* [EXERCISE REQUIREMENTS]
The answer should be one number: how many lines in the records below contain the word "expectOne".

(Data records)
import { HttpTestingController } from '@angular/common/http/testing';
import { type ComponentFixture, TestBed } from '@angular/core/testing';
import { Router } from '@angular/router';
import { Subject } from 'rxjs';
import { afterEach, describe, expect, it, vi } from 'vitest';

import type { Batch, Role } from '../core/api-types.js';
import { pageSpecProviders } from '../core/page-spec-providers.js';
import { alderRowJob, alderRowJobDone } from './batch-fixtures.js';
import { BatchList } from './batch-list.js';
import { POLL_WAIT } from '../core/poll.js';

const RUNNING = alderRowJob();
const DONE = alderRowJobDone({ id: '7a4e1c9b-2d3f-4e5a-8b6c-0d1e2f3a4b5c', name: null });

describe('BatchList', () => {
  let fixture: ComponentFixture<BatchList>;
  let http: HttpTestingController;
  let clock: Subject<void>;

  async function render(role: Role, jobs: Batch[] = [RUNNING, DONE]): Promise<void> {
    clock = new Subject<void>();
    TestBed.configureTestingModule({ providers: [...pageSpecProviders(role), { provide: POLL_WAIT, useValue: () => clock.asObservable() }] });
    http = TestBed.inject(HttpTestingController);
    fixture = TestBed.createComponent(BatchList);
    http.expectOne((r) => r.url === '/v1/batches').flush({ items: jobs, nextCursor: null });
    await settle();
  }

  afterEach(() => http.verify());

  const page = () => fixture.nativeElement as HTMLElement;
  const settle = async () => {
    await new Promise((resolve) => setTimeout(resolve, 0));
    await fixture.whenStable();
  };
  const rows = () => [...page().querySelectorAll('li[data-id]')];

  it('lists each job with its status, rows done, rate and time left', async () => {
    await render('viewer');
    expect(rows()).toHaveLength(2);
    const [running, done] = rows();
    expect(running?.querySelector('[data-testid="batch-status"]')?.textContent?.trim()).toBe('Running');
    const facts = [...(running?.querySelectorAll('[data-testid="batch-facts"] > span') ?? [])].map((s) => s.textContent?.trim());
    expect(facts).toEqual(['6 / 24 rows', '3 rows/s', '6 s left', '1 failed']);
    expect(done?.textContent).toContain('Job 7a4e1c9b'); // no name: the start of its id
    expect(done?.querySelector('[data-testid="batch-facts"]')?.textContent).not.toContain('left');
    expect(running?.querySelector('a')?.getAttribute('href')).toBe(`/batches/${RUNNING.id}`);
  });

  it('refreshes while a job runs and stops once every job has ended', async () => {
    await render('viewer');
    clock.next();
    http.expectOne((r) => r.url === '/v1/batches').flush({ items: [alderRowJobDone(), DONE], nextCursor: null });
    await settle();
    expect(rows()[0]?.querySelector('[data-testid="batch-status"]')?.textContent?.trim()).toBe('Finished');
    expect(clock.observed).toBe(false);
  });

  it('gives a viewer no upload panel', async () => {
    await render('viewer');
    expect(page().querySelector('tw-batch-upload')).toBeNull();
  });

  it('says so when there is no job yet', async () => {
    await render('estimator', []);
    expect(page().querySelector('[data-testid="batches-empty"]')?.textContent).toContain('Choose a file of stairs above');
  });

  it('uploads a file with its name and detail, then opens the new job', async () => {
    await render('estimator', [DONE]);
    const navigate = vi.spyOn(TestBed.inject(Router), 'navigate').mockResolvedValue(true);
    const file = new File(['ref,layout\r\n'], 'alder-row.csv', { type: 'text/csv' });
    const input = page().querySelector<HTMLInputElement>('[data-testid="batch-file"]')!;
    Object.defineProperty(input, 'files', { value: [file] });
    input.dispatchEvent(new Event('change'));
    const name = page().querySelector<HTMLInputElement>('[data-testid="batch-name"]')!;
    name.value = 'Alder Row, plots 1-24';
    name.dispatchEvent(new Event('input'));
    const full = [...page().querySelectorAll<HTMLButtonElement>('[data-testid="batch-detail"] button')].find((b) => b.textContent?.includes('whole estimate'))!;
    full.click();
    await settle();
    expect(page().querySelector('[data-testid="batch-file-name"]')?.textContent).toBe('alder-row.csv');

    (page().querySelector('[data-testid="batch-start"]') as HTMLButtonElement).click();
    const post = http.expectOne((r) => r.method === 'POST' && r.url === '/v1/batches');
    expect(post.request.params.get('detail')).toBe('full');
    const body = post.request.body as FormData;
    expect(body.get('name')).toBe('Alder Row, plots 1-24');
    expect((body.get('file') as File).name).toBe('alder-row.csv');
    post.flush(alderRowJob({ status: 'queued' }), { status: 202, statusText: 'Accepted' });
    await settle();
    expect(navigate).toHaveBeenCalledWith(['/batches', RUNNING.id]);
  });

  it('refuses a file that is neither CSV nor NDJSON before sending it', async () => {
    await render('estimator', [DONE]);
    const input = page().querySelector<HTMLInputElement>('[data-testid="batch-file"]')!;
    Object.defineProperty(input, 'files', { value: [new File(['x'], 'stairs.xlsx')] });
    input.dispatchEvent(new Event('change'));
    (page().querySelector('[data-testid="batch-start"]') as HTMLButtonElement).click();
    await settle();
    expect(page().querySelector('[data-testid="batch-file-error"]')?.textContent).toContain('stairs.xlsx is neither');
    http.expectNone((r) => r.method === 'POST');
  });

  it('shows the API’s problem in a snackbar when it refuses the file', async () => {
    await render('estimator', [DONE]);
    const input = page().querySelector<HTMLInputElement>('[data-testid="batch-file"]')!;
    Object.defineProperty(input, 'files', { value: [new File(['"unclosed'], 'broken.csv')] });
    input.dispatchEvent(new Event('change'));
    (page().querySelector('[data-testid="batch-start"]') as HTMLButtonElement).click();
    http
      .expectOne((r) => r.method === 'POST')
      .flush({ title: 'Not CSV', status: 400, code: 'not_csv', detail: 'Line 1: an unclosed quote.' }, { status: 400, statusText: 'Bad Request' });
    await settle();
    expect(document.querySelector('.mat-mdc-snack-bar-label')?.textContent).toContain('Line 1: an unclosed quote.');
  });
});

* [RESULT OF THIS TASK]
4